Filtering, on the other hand, is a little more nuanced. FlatMapVectors suffer from value filtering due to fragmented value streams; however, because feature reaping uses feature (key-only) predicates, we still see some improvement:
| Scenario (Distinct Keys, average Keys per row) | Filter (% of keys filtered out) | MapVector | FlatMapVector | Speedup |
|---|---|---|---|---|
| D=10, K=5 | large (90%) | 58ms | 22ms | 2.6x faster |
| half (50%) | 51ms | 13ms | 4.0x faster | |
| narrow (10%) | 52ms | 5.5ms | 9.4x faster | |
| D=50, K=10 | large (90%) | 104ms | 104ms | 1.0x (tie) |
| half (50%) | 92ms | 66ms | 1.4x faster | |
| narrow (10%) | 79ms | 24ms | 3.3x faster | |
| D=200, K=20 | large (90%) | 211ms | 533ms | 2.6x slower |
| half (50%) | 190ms | 302ms | 1.6x slower | |
| narrow (10%) | 178ms | 131ms | 1.4x faster | |
| D=500, K=50 | large (90%) | 531ms | 1.48s | 2.8x slower |
| half (50%) | 478ms | 863ms | 1.8x slower | |
| narrow (10%) | 369ms | 260ms | 1.4x faster |
The more selective the key filter, the better FlatMapVector performs. The cost scales with the number of matching channels. For large filters (90%), copying the majority of value streams and buffers can be quite expensive. This is a known issue exposed by our in-progress support for partition merge; however, narrow filters more closely represent our production feature reaping workloads, where FlatMapVector consistently wins.
So What?
Although only first targeting specified use cases, the introduction of FlatMapVectors into Velox's compute framework represents a demonstrable step forward in scaling high-performance AI data pre-processing. Quite literally, both feature reaping and feature injection see magnitudes of performance increases by avoiding map conversion overhead and significant in-memory feature projection and filtering speedup. Leveraging FlatMapVectors for scaling AI workloads appears to no longer be negotiable.

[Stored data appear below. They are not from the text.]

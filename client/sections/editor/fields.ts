import { LENGTH_LIMITS } from '#geometry/formats/options.ts';
import {
  CST_LIMITS,
  type CstShape,
  type Surface,
  withBoatTailAngleDeg,
  withNoseRadius,
  withWeight,
} from '#geometry/shapes/cst.ts';
import {
  NACA4_LIMITS,
  type Naca4Shape,
  naca4NoseRadius,
  naca4ThicknessOfNose,
} from '#geometry/shapes/naca4.ts';
import { type Shape } from '#geometry/shapes/shape.ts';
import { type Edit, type Present } from './present.ts';
import { scaleOf } from '#client/drawing/section-points.ts';
import { RESTING_CAMBER_POSITION } from './handle-points.ts';
import { mirrored, SMALLEST_NOSE_RADIUS, withNoseRadiusInProportion } from './handle-moves.ts';
import { type HandleId, weightOf } from './handle-ids.ts';
import { checked } from './validity.ts';

/** Values that can be typed, on the sheet or in the list. Weights are named as their handles. */
export type FieldId =
  | 'chordMm'
  | 'maxCamber'
  | 'maxCamberPosition'
  | 'maxThickness'
  | 'noseRadius'
  | 'noseRadius-upper'
  | 'noseRadius-lower'
  | 'trailingEdgeGap'
  | 'boatTail-upper'
  | 'boatTail-lower'
  | 'n1'
  | 'n2'
  | `${Surface}-${number}`;

export interface FieldRange {
  readonly min: number;
  readonly max: number;
}

const LARGEST_WEIGHT = CST_LIMITS.upper.max;

/**
 * The range of a field: mm for the chord, degrees for angles, no unit for weights and exponents, else fractions of chord.
 */
export function fieldRange(shape: Shape, field: FieldId): FieldRange {
  if (field === 'chordMm') return LENGTH_LIMITS.chordMm;
  if (shape.kind === 'naca4') {
    if (field === 'noseRadius') {
      const { min, max } = NACA4_LIMITS.maxThickness;
      return { min: naca4NoseRadius(min), max: naca4NoseRadius(max) };
    }
    return field === 'maxCamber' || field === 'maxCamberPosition'
      ? NACA4_LIMITS[field]
      : NACA4_LIMITS.maxThickness;
  }
  const weight = weightOf(field as HandleId);
  if (weight) return CST_LIMITS[weight.surface];
  if (field === 'n1' || field === 'n2') return CST_LIMITS[field];
  if (field === 'trailingEdgeGap') return CST_LIMITS.trailingEdgeGap;
  if (field === 'boatTail-upper' || field === 'boatTail-lower') return boatTailRange(shape);
  return { min: SMALLEST_NOSE_RADIUS, max: LARGEST_WEIGHT ** 2 / 2 };
}

/** The angles whose weights lie within their limits, at the gap of the shape. */
function boatTailRange(shape: CstShape): FieldRange {
  const angle = (weight: number) => (Math.atan(weight - shape.trailingEdgeGap / 2) * 180) / Math.PI;
  return { min: angle(CST_LIMITS.upper.min), max: angle(CST_LIMITS.upper.max) };
}

/** Sets one typed value. Refused with a reason when it is out of range or the surfaces would cross. */
export function withField(present: Present, field: FieldId, value: number): Edit {
  const range = fieldRange(present.shape, field);
  if (!Number.isFinite(value)) return refused('Type a number.');
  if (value < range.min || value > range.max) return refused(outOfRange(range, field));
  if (field === 'chordMm') return { present: { ...present, chordMm: value }, notice: null };
  const result = checked(() =>
    present.shape.kind === 'naca4'
      ? digitsWith(present.shape, field, value)
      : freeFormWith(present, present.shape, field, value),
  );
  if (result.shape)
    return { present: { ...present, shape: result.shape }, notice: noseNotice(result.shape, field) };
  return refused(result.reason);
}

function digitsWith(shape: Naca4Shape, field: FieldId, value: number): Shape {
  switch (field) {
    case 'maxCamber': {
      const position = shape.maxCamberPosition;
      const maxCamberPosition =
        position >= NACA4_LIMITS.maxCamberPosition.min ? position : RESTING_CAMBER_POSITION;
      return { ...shape, maxCamber: value, maxCamberPosition };
    }
    case 'maxCamberPosition':
      return { ...shape, maxCamberPosition: value };
    case 'maxThickness':
      return { ...shape, maxThickness: value };
    case 'noseRadius':
      return { ...shape, maxThickness: naca4ThicknessOfNose(value) };
    default:
      return shape;
  }
}

function freeFormWith(present: Present, shape: CstShape, field: FieldId, value: number): Shape {
  const weight = weightOf(field as HandleId);
  if (weight) {
    const shapeWith = withWeight(shape, weight.surface, weight.index, value);
    return weight.index === 0
      ? mirrored({ ...present, shape: shapeWith }, field as HandleId).shape
      : shapeWith;
  }
  switch (field) {
    case 'noseRadius':
      return withNoseRadiusInProportion(shape, value / scaleOf(shape));
    case 'noseRadius-upper':
      return withNoseRadius(shape, present.equalNose ? 'both' : 'upper', value / scaleOf(shape));
    case 'noseRadius-lower':
      return withNoseRadius(shape, present.equalNose ? 'both' : 'lower', value / scaleOf(shape));
    case 'trailingEdgeGap':
      return { ...shape, trailingEdgeGap: value / scaleOf(shape) };
    case 'boatTail-upper':
      return withBoatTailAngleDeg(shape, 'upper', value);
    case 'boatTail-lower':
      return withBoatTailAngleDeg(shape, 'lower', value);
    case 'n1':
    case 'n2':
      return { ...shape, [field]: value };
    default:
      return shape;
  }
}

function noseNotice(shape: Shape, field: FieldId): Edit['notice'] {
  if (shape.kind !== 'naca4' || field !== 'noseRadius') return null;
  return { code: 'nose-follows-thickness', maxThickness: shape.maxThickness };
}

function refused(reason: string): Edit {
  return { present: null, notice: { code: 'refused', reason } };
}

function outOfRange({ min, max }: FieldRange, field: FieldId): string {
  const number = (value: number) => String(Number(value.toFixed(4)));
  if (field === 'chordMm') return `The chord must lie between ${min} mm and ${max} mm.`;
  if (field.startsWith('boatTail')) return `The angle must lie between ${number(min)}° and ${number(max)}°.`;
  if (field === 'n1' || field === 'n2' || /-\d+$/.test(field))
    return `The value must lie between ${number(min)} and ${number(max)}.`;
  return `The value must lie between ${number(min * 100)} % and ${number(max * 100)} % of chord.`;
}
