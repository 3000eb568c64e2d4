import { useState } from 'react';
import { Notice } from '#client/ui/notice.tsx';

/** Says that the work on the sheet came from this browser, because the server did not have it yet. */
export function OpenedNote() {
  const [read, setRead] = useState(false);
  if (read) return null;
  return (
    <Notice tone="caution" className="flex flex-wrap items-baseline gap-x-3 bg-sheet py-1 pr-3">
      This computer had newer work than the server; it is on the sheet and is being kept.
      <button
        type="button"
        className="text-ink underline underline-offset-4"
        onClick={() => {
          setRead(true);
        }}
      >
        Understood
      </button>
    </Notice>
  );
}
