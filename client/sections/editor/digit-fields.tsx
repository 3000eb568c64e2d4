import { memo, useId } from 'react';
import { designationOf, type Naca4Shape, parseDesignation } from '#geometry/shapes/naca4.ts';
import { type Units } from '#client/app/units.ts';
import { CheckboxField } from '#client/ui/checkbox-field.tsx';
import { SegmentedControl } from '#client/ui/segmented-control.tsx';
import { FieldError } from '#client/ui/field.tsx';
import { type EditorAction } from './editor-state.ts';
import { fieldRange } from './fields.ts';
import { handlePoint } from './handle-points.ts';
import { valueFieldClass } from './number-field.tsx';
import { type ReadText, useTypedText } from './use-typed-text.ts';
import { type SheetSettings } from './sheet-settings.ts';
import { ValueField } from './value-field.tsx';

interface DigitFieldsProps {
  readonly shape: Naca4Shape;
  readonly chordMm: number;
  readonly units: Units;
  readonly dispatch: (action: EditorAction) => void;
  /** Handles are held to whole digits. */
  readonly snap: boolean;
  readonly onSettings: (change: Partial<SheetSettings>) => void;
}

/** The values of a 4-digit section. */
export function DigitFields({ shape, chordMm, units, dispatch, snap, onSettings }: DigitFieldsProps) {
  const common = { chordMm, units, dispatch, kind: 'fraction' as const };
  const position = shape.maxCamber > 0 ? shape.maxCamberPosition : (handlePoint(shape, 'camber')?.x ?? 0.4);
  return (
    <>
      <DesignationField shape={shape} dispatch={dispatch} />
      <ValueField
        {...common}
        field="maxCamber"
        label="Camber"
        value={shape.maxCamber}
        decimals={2}
        {...fieldRange(shape, 'maxCamber')}
      />
      <ValueField
        {...common}
        field="maxCamberPosition"
        label="Camber position"
        value={position}
        decimals={1}
        {...fieldRange(shape, 'maxCamberPosition')}
      />
      <ValueField
        {...common}
        field="maxThickness"
        label="Thickness"
        value={shape.maxThickness}
        decimals={2}
        {...fieldRange(shape, 'maxThickness')}
      />
      <EdgeField trailingEdge={shape.trailingEdge} dispatch={dispatch} />
      <SnapField snap={snap} onSettings={onSettings} />
    </>
  );
}

interface EdgeFieldProps {
  readonly trailingEdge: Naca4Shape['trailingEdge'];
  readonly dispatch: DigitFieldsProps['dispatch'];
}

const EdgeField = memo(function EdgeField({ trailingEdge, dispatch }: EdgeFieldProps) {
  return (
    <div className="grid grid-cols-[minmax(0,1fr)_13rem] items-center gap-x-2">
      <span aria-hidden="true">Trailing edge</span>
      <SegmentedControl
        label="Trailing edge"
        hideLabel
        value={trailingEdge}
        segments={[
          { value: 'open', label: 'open' },
          { value: 'closed', label: 'closed' },
        ]}
        onChange={(trailingEdge) => {
          dispatch({ type: 'edge', trailingEdge });
        }}
      />
    </div>
  );
});

const SnapField = memo(function SnapField({
  snap,
  onSettings,
}: Pick<DigitFieldsProps, 'snap' | 'onSettings'>) {
  return (
    <CheckboxField
      label="Hold handles to whole digits"
      checked={snap}
      onChange={(event) => {
        onSettings({ snap: event.target.checked });
      }}
    />
  );
});

function DesignationField({
  shape,
  dispatch,
}: {
  shape: Naca4Shape;
  dispatch: DigitFieldsProps['dispatch'];
}) {
  const id = useId();
  const { text, error, handlers } = useTypedText(designationOf(shape) ?? '', readDesignation, (digits) => {
    if (digits) dispatch({ type: 'set-shape', shape: { ...shape, ...digits } });
  });
  return (
    <div>
      <div className="grid grid-cols-[minmax(0,1fr)_13rem] items-center gap-x-2">
        <label htmlFor={id}>Designation</label>
        <input
          {...handlers}
          id={id}
          type="text"
          autoComplete="off"
          spellCheck={false}
          placeholder="not whole digits"
          value={text}
          aria-invalid={error !== undefined}
          aria-describedby={error === undefined ? undefined : `${id}-error`}
          className={`${valueFieldClass} placeholder:font-normal`}
        />
      </div>
      <FieldError id={id} error={error} />
    </div>
  );
}

/** Nothing typed leaves the section as it is. */
function readDesignation(text: string): ReadText<ReturnType<typeof parseDesignation>> {
  if (text.trim() === '') return { value: null };
  const digits = parseDesignation(text);
  return digits ? { value: digits } : { error: 'Type four digits, such as 2412 or 0012.' };
}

We already have several workstreams to continue to support FlatMapVectors across multiple warehouse use cases. For one, we want to continue onboarding new Spark workloads, which as demonstrated above provides tangible wins for our internal Spark users. Additionally, we want to completely descope the ROW type workaround for flat maps in engines like DPP. Both this and support in Presto necessitate flat map encoding implementations in map UDFs, which is a non-trivial task. Eventually, we'd like FlatMapVectors to be the default way to access data written to storage as flat maps, across all Velox-supported engines.